### Dataset ###

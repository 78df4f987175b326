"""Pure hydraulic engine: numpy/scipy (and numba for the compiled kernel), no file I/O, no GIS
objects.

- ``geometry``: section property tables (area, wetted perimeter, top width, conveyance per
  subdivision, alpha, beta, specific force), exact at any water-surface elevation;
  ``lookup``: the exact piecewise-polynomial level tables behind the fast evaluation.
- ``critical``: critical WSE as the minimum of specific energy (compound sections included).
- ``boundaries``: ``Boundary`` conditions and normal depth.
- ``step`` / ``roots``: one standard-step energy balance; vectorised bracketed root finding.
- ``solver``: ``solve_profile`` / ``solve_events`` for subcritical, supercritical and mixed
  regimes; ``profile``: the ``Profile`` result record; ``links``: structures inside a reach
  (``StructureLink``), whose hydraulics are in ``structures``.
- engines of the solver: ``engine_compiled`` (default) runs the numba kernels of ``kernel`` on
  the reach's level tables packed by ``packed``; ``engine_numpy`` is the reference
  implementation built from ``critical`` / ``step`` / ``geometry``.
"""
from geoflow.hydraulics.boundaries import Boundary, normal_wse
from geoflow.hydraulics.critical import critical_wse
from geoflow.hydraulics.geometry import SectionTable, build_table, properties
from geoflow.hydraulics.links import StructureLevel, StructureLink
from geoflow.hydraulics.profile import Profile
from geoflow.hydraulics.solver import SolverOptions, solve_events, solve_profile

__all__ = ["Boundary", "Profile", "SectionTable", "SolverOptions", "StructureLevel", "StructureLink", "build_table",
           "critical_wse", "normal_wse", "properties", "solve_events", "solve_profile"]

###

Lines with the word "boundaries" in them are the answer; report each one from the data.

- ``boundaries``: ``Boundary`` conditions and normal depth.
from geoflow.hydraulics.boundaries import Boundary, normal_wse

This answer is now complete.